A Los Alamos National Laboratory worker failed to close a cooling system valve, causing a 200-gallon spill of contaminated water that resulted in some of the liquid flowing into an air vent and an inactive glove box used for handling radioactive materials.
The July 19 incident at the lab’s plutonium facility, known as PF-4, has spurred an internal probe, according to the Defense Nuclear Facilities Safety Board, a government watchdog.
The safety board’s most recent weekly report said the spill resulted from a worker not closing a valve after refilling a water tank, coupled with another spring-closed valve not clamping shut.
Workers discovered mildly radioactive water on the facility’s first floor near a pump room and a small amount of water in the basement, a lab spokesman wrote in an email, adding all of it was contained within the building.
“There was no risk to employees, public health and safety, or the environment,” he wrote. “The majority of cleanup is complete, and the laboratory is conducting a fact-finding mission to determine the cause of the incident and will develop appropriate corrective actions.”
The safety board expressed some concern about the water draining into a vent and then through a glove box, a sealed compartment with attached gloves that workers use to handle radioactive items.
The report suggests an inflow of such water into an active glove box containing radioactive components, debris or residue could be hazardous.
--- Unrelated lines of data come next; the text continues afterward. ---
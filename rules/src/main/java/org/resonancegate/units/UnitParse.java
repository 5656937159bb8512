package org.resonancegate.units;

/** The outcome of reading a {@code "<number> <unit>"} text: a value in SI, or why it was refused. */
public sealed interface UnitParse {

    /** The text read: {@code si} is the value in SI, {@code unit} the unit it was written in. */
    record Value(double si, Unit unit) implements UnitParse {
    }

    /** The text was refused; {@code message} says what was found and what would be accepted. */
    record Problem(String message) implements UnitParse {
    }
}
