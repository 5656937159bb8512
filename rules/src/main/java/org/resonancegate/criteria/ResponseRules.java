package org.resonancegate.criteria;

import java.util.OptionalDouble;
import org.resonancegate.spec.Criterion;
import org.resonancegate.spec.Quantity;

/**
 * The three response-amplitude rules (displacement, velocity, transmitted force): each holds
 * when the combined response, worst over the speed range and over the components it looks at
 * (the axes of its point, or every spring and mount axis), stays at or below {@code max}.
 */
final class ResponseRules {

    private ResponseRules() {
    }

    static Finding displacement(Criterion.Displacement c, RuleContext ctx) {
        ResponseEnvelope.Measure measure = c.measure() == Criterion.DisplacementMeasure.PEAK_TO_PEAK
                ? ResponseEnvelope.Measure.PEAK_TO_PEAK : ResponseEnvelope.Measure.PEAK;
        return judge(ctx, ResponseEnvelope.Channels.motion(ctx, ResponseEnvelope.Quantity.DISPLACEMENT, c.at()),
                measure, c.max(), ctx.system().rotational() ? "rad" : "m", "displacement", " at ", c.measure().key());
    }

    static Finding velocity(Criterion.Velocity c, RuleContext ctx) {
        ResponseEnvelope.Measure measure = c.measure() == Criterion.VelocityMeasure.PEAK
                ? ResponseEnvelope.Measure.PEAK : ResponseEnvelope.Measure.RMS;
        return judge(ctx, ResponseEnvelope.Channels.motion(ctx, ResponseEnvelope.Quantity.VELOCITY, c.at()),
                measure, c.max(), ctx.system().rotational() ? "rad/s" : "m/s", "velocity", " at ", c.measure().key());
    }

    static Finding transmittedForce(Criterion.TransmittedForce c, RuleContext ctx) {
        boolean torque = ctx.system().rotational();
        return judge(ctx, ResponseEnvelope.Channels.forces(ctx, c.axis()), ResponseEnvelope.Measure.PEAK, c.max(),
                torque ? "N·m" : "N", torque ? "dynamic torque" : "dynamic force", " in ",
                "peak");
    }

    private static Finding judge(RuleContext ctx, ResponseEnvelope.Channels channels, ResponseEnvelope.Measure measure,
                                 Quantity max, String unit, String what, String preposition, String measureWord) {
        ResponseEnvelope.Worst w = ResponseEnvelope.worst(ctx, channels, measure, what);
        double limit = max.si();
        double badness = Finding.aboveBound(w.value(), limit);
        Display.UserUnit uu = Display.UserUnit.of(max, unit);
        boolean speedShown = ctx.fixedSpeed() || w.speedDependent();
        OptionalDouble speedRpm = speedShown ? OptionalDouble.of(Display.rpmValue(w.speed())) : OptionalDouble.empty();
        OptionalDouble hz = Double.isFinite(w.omega()) ? OptionalDouble.of(Display.hzValue(w.omega()))
                : OptionalDouble.empty();
        // Worded only if this case governs (the message of every other tolerance case is never read).
        return new Finding(w.value(), limit, unit, speedRpm, hz, badness, () -> {
            String frequency = w.frequencies() > 1 ? "largest share at " + Display.hz(w.omega())
                    : Display.hz(w.omega());
            String where = speedShown ? " at " + Display.rpm(w.speed()) + " (" + frequency + ")"
                    : " (" + frequency + ")";
            String verdict = badness > 0
                    ? " exceeds " + uu.format(limit) + " by " + Display.percent(badness)
                    : " is within " + uu.format(limit) + " (" + Display.percent(-badness) + " below)";
            // A single spring keeps the wording it always had; several are named.
            String subject = w.label().isEmpty() && preposition.equals(" in ") ? what + " in the spring"
                    : what + Display.named(preposition, w.label());
            return subject + " " + uu.format(w.value()) + " " + measureWord + where + verdict
                    + IsolationRule.nearest(ctx, w.omega());
        });
    }
}
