package org.resonancegate.criteria;

/**
 * The engine's number wording for reports outside this package: the same significant-digit
 * rounding the messages use, so a value reads alike in a message and in a table.
 */
public final class Numbers {

    private Numbers() {
    }

    /** {@code x} rounded to {@code digits} significant digits, without trailing zeros, locale-free. */
    public static String sig(double x, int digits) {
        return Display.sig(x, digits);
    }
}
Personnel will “evaluate whether water ingress into glove boxes through the ventilation system could result in an unanalyzed criticality scenario,” the report said.
Criticality is a nuclear chain reaction strong enough to continue by itself, which could trigger an explosion. Criticality can happen by placing too much radioactive material close together.
The report didn’t specify the purpose of the water, but it is commonly used in vault baths to cool certain plutonium containers.
The July spill is much smaller than the 1,800 gallons released in March when a worker also left open a valve. In that incident, an internal alarm failed to alert personnel working in the operations center.
In the most recent spill, lab workers were quickly alerted but mistook the alarm as one that goes off during routine maintenance, so they didn’t respond, the report said.
One critic of the lab’s nuclear operations said employees not being able to distinguish routine alarms from a real alarm requiring immediate action is troubling.
If an alarm system that’s supposed to improve safety instead causes more confusion — partly because workers aren’t taught the difference between one type of signal and another — then a mishap can escalate, said Greg Mello, executive director of nonprofit Los Alamos Study Group.
Confusion is more likely to occur now at PF-4 because new crews are there changing systems to gear up for producing plutonium pits for nuclear warheads, and many of them are unfamiliar with how everything works, Mello said.
In a high-hazard environment like this, production and safety are so closely intertwined as to be part of the same mission, Mello said.
“You can’t be too careful over there at PF-4,” he said. “The truth is, one accident can shut that place down for a long time.”